Use the entries below and reproduce exactly the lines from the one containing "servers to have" down to the one containing "(await completedBy(doomed)).map((j) =>", both of them included.
== == ==
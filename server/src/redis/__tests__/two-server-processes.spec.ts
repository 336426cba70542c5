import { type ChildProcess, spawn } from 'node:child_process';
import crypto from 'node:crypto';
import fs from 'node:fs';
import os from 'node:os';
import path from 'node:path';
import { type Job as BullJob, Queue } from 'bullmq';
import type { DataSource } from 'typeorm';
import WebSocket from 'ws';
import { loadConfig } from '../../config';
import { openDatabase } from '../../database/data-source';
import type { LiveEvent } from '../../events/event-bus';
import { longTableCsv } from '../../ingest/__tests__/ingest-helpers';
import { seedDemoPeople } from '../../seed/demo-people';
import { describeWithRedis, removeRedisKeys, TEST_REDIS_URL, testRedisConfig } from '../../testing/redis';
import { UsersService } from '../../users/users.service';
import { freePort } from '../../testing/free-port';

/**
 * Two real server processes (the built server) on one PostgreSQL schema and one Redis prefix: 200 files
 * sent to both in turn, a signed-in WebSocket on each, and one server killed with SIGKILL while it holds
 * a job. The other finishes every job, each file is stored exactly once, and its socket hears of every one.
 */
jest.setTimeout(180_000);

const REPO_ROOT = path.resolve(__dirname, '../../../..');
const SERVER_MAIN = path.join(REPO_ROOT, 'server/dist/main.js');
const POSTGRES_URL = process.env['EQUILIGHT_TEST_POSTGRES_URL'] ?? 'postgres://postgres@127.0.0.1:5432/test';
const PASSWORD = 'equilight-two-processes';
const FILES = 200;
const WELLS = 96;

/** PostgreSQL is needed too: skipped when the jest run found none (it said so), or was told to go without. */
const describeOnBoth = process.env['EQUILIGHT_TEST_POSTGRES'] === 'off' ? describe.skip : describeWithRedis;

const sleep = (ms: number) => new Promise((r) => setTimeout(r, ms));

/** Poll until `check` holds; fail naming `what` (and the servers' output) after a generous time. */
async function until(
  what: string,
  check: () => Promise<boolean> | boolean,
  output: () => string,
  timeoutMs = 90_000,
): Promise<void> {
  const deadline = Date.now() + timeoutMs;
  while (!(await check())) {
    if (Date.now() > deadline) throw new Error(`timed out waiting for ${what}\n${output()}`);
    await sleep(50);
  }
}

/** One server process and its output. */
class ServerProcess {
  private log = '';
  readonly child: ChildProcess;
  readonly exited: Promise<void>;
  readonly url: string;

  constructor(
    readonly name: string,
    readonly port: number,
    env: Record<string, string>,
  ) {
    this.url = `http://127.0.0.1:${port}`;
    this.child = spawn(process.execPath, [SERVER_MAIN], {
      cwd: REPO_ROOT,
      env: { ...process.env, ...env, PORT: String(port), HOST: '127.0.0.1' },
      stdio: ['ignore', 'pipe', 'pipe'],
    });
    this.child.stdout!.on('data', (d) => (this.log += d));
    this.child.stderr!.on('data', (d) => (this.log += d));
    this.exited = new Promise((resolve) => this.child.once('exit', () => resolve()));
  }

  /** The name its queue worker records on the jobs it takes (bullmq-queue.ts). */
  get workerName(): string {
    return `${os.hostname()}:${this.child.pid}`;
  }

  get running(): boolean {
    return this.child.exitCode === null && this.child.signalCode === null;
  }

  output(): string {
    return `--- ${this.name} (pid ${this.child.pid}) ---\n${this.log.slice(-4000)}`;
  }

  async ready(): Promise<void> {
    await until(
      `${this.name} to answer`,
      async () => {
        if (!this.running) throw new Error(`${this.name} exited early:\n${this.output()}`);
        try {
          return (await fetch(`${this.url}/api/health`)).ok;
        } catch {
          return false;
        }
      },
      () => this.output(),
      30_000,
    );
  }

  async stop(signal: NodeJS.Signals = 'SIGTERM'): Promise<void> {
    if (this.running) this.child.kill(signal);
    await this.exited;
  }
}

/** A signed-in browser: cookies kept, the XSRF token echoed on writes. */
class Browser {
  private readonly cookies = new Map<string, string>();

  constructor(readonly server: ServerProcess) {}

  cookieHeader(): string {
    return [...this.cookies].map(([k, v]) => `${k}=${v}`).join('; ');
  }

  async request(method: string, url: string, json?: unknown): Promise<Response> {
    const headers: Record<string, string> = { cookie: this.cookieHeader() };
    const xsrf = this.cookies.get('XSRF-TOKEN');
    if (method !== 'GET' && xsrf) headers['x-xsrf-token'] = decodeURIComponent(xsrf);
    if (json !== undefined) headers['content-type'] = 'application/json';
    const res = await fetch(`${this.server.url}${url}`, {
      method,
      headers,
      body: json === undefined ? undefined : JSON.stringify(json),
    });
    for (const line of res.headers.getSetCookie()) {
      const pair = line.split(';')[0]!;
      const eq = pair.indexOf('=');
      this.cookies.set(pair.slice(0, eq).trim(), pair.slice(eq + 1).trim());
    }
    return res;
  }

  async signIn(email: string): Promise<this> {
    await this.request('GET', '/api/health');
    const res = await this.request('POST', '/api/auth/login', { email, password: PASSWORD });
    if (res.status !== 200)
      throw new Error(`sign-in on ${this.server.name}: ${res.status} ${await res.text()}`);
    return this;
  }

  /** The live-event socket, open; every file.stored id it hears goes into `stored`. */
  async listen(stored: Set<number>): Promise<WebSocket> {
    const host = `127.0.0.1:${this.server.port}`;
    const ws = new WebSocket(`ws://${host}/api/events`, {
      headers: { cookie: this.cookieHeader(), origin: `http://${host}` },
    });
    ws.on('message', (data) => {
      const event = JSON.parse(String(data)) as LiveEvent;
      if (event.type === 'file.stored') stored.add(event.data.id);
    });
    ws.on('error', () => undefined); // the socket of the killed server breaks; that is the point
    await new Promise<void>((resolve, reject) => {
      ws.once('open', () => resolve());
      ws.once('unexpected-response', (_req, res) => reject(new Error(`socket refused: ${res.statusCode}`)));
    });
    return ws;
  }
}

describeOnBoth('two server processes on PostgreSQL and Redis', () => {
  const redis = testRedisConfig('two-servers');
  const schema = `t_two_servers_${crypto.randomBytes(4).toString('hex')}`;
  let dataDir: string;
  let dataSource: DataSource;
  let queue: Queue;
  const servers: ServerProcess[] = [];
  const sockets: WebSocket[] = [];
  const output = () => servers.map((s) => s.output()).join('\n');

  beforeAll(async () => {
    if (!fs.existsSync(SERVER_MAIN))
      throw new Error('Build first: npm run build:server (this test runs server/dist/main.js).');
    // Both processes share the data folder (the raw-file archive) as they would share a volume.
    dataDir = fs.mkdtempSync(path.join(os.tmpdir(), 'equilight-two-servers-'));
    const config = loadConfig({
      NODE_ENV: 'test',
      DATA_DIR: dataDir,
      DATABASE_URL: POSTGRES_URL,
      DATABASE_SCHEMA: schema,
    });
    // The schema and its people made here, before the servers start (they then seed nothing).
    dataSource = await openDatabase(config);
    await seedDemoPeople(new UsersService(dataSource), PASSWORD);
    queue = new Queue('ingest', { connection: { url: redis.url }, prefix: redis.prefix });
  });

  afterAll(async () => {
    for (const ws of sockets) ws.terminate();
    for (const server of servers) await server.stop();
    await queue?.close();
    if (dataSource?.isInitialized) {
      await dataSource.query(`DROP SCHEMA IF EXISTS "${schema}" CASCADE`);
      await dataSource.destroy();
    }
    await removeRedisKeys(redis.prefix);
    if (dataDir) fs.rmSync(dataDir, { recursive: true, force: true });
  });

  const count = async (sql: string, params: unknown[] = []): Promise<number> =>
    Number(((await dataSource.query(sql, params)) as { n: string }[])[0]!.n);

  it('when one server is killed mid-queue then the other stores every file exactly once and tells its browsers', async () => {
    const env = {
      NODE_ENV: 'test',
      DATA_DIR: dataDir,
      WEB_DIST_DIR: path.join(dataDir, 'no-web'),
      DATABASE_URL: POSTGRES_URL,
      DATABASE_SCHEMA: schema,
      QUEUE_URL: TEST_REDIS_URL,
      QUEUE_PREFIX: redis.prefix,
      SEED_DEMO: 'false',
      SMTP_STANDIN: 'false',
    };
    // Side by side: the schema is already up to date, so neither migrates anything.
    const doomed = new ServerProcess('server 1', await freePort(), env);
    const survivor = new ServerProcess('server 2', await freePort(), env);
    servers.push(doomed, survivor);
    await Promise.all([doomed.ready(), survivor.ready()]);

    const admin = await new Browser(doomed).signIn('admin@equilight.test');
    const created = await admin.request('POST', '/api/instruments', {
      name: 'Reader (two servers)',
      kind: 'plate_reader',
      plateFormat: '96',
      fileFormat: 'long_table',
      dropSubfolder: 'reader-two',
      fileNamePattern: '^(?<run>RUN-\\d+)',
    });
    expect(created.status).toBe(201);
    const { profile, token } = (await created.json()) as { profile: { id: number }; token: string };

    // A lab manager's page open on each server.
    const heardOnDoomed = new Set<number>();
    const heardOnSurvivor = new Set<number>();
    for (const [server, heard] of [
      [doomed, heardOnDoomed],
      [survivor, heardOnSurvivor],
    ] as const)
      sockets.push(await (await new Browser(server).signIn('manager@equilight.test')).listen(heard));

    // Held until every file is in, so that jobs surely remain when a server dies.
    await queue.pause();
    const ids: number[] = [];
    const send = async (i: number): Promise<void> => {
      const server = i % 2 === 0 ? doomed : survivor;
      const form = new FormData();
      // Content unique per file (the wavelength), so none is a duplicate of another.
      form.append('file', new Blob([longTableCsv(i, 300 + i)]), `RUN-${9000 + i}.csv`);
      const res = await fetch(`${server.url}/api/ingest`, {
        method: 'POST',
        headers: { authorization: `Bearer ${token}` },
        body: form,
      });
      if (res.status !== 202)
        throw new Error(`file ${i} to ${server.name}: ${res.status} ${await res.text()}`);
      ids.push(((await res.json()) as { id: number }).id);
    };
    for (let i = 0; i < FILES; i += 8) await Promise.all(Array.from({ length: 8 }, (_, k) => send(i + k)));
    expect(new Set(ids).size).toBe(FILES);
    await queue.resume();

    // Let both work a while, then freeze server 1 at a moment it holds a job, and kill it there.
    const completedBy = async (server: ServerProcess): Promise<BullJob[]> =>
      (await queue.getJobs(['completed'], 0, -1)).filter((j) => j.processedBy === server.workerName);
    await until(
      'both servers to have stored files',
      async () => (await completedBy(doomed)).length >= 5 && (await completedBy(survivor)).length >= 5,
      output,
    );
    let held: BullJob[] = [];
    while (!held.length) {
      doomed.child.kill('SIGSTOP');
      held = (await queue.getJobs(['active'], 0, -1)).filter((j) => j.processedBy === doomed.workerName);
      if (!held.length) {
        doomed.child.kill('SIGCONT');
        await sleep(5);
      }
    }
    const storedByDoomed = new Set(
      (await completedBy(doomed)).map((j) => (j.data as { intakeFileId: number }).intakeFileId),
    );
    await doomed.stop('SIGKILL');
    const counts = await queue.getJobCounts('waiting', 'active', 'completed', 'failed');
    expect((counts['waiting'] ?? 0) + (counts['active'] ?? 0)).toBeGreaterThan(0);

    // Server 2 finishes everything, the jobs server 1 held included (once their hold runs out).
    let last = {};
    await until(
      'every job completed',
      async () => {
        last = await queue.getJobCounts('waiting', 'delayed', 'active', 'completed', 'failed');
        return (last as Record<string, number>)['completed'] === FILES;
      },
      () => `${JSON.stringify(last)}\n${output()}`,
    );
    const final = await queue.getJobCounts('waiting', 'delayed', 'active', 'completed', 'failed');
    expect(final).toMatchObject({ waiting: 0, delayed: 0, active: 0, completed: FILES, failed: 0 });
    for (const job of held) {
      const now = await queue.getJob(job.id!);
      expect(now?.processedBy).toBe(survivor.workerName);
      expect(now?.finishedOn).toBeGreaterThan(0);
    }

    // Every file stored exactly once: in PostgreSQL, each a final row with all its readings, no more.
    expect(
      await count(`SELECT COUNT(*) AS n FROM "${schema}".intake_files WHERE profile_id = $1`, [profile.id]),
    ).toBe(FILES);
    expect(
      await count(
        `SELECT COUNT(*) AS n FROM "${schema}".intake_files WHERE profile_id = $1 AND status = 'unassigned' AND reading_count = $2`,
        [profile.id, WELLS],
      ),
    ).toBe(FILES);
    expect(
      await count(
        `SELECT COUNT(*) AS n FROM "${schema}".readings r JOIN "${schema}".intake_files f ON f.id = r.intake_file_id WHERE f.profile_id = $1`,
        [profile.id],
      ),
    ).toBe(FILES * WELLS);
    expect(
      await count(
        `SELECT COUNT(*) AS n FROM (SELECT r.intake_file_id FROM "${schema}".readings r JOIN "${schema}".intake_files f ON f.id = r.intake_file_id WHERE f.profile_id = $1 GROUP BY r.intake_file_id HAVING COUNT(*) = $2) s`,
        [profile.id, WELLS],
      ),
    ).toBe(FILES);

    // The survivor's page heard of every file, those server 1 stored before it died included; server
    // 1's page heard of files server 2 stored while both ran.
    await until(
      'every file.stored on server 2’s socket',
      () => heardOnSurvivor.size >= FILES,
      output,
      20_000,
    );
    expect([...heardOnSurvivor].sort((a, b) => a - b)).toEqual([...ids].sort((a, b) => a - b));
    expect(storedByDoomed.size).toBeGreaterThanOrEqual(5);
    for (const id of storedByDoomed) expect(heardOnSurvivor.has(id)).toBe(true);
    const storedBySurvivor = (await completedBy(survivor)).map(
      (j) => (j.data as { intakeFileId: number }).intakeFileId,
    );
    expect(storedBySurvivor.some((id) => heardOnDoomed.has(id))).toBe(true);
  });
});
== == ==
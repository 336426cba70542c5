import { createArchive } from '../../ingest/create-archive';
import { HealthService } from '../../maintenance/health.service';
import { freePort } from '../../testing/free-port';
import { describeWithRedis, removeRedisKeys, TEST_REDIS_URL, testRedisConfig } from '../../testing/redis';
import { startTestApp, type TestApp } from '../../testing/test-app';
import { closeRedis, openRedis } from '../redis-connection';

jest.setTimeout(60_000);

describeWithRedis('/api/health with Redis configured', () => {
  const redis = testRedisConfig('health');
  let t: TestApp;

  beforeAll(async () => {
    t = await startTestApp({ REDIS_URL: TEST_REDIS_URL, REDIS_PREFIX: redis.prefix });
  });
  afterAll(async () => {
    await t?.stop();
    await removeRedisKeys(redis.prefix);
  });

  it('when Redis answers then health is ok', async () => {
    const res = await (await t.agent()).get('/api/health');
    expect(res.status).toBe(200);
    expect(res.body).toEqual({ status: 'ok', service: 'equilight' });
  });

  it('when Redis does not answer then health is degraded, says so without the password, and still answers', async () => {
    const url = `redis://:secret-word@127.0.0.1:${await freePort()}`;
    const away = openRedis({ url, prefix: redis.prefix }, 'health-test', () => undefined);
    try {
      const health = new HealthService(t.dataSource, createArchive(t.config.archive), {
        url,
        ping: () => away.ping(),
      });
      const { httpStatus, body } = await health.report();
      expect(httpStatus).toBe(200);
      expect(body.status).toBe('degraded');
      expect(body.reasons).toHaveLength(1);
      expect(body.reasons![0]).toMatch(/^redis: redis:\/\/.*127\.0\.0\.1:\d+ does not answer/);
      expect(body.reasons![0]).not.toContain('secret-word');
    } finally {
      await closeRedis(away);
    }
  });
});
== == ==
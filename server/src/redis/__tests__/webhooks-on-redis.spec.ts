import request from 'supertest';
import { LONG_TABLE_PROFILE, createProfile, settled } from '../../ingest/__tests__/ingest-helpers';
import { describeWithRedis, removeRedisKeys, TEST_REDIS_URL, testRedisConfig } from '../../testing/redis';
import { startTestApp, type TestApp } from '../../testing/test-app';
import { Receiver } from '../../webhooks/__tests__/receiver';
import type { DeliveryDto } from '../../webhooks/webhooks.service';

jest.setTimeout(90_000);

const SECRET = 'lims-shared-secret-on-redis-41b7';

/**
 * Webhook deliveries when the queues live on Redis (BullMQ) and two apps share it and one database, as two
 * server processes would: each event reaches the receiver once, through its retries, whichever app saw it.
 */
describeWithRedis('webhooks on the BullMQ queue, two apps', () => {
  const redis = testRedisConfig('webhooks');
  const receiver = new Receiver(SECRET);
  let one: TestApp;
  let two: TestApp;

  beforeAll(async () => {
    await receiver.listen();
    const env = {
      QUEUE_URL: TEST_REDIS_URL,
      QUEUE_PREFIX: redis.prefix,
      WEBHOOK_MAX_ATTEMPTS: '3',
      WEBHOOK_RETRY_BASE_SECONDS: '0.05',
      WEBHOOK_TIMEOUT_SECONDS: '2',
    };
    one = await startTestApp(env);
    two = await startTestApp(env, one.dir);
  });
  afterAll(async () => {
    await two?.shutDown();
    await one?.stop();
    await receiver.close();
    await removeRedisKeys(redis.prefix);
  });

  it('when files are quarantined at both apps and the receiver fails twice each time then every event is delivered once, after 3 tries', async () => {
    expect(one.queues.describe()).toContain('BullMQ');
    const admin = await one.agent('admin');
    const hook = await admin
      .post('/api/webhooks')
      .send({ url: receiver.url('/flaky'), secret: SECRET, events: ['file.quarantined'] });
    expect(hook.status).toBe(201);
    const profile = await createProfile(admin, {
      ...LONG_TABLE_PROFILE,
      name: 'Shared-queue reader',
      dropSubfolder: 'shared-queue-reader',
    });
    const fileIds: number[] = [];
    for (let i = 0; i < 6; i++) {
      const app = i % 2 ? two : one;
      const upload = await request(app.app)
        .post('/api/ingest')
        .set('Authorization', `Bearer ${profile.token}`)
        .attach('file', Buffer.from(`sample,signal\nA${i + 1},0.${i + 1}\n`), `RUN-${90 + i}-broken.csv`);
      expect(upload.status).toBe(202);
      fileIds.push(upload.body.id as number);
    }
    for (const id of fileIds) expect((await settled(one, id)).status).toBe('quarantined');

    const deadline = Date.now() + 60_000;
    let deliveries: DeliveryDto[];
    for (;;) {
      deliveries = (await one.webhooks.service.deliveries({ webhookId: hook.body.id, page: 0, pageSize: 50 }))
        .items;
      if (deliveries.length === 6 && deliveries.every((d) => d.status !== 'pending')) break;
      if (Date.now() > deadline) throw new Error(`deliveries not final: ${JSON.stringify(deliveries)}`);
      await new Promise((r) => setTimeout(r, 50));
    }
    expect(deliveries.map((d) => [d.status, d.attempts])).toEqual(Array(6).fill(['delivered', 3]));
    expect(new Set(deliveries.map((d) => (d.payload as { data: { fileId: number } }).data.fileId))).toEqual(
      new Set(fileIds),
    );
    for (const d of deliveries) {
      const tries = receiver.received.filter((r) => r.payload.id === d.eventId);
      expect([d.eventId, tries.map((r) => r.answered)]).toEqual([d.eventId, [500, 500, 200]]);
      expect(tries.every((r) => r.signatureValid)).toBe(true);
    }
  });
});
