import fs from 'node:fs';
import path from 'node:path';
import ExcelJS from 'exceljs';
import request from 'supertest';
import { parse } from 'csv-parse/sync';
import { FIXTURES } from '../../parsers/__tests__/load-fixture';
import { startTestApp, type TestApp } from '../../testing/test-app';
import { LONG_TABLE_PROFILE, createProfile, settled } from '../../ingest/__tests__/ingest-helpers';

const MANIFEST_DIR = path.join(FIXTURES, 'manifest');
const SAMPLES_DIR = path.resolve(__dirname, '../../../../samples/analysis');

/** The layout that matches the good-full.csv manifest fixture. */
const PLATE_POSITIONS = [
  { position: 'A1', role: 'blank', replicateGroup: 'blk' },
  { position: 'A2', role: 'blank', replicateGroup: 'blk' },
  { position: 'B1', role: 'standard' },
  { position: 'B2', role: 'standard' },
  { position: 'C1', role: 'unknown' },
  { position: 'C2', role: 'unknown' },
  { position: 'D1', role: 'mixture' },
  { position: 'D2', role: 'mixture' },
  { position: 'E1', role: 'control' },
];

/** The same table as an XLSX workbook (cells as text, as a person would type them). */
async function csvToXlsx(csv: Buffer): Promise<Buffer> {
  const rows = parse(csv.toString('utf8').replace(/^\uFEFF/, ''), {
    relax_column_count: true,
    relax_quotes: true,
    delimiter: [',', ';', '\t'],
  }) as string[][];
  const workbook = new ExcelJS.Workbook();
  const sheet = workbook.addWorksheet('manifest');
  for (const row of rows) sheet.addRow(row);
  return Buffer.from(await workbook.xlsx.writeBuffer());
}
== == ==
**Answer for this exercise**
      'both servers to have stored files',
      async () => (await completedBy(doomed)).length >= 5 && (await completedBy(survivor)).length >= 5,
      output,
    );
    let held: BullJob[] = [];
    while (!held.length) {
      doomed.child.kill('SIGSTOP');
      held = (await queue.getJobs(['active'], 0, -1)).filter((j) => j.processedBy === doomed.workerName);
      if (!held.length) {
        doomed.child.kill('SIGCONT');
        await sleep(5);
      }
    }
    const storedByDoomed = new Set(
      (await completedBy(doomed)).map((j) => (j.data as { intakeFileId: number }).intakeFileId),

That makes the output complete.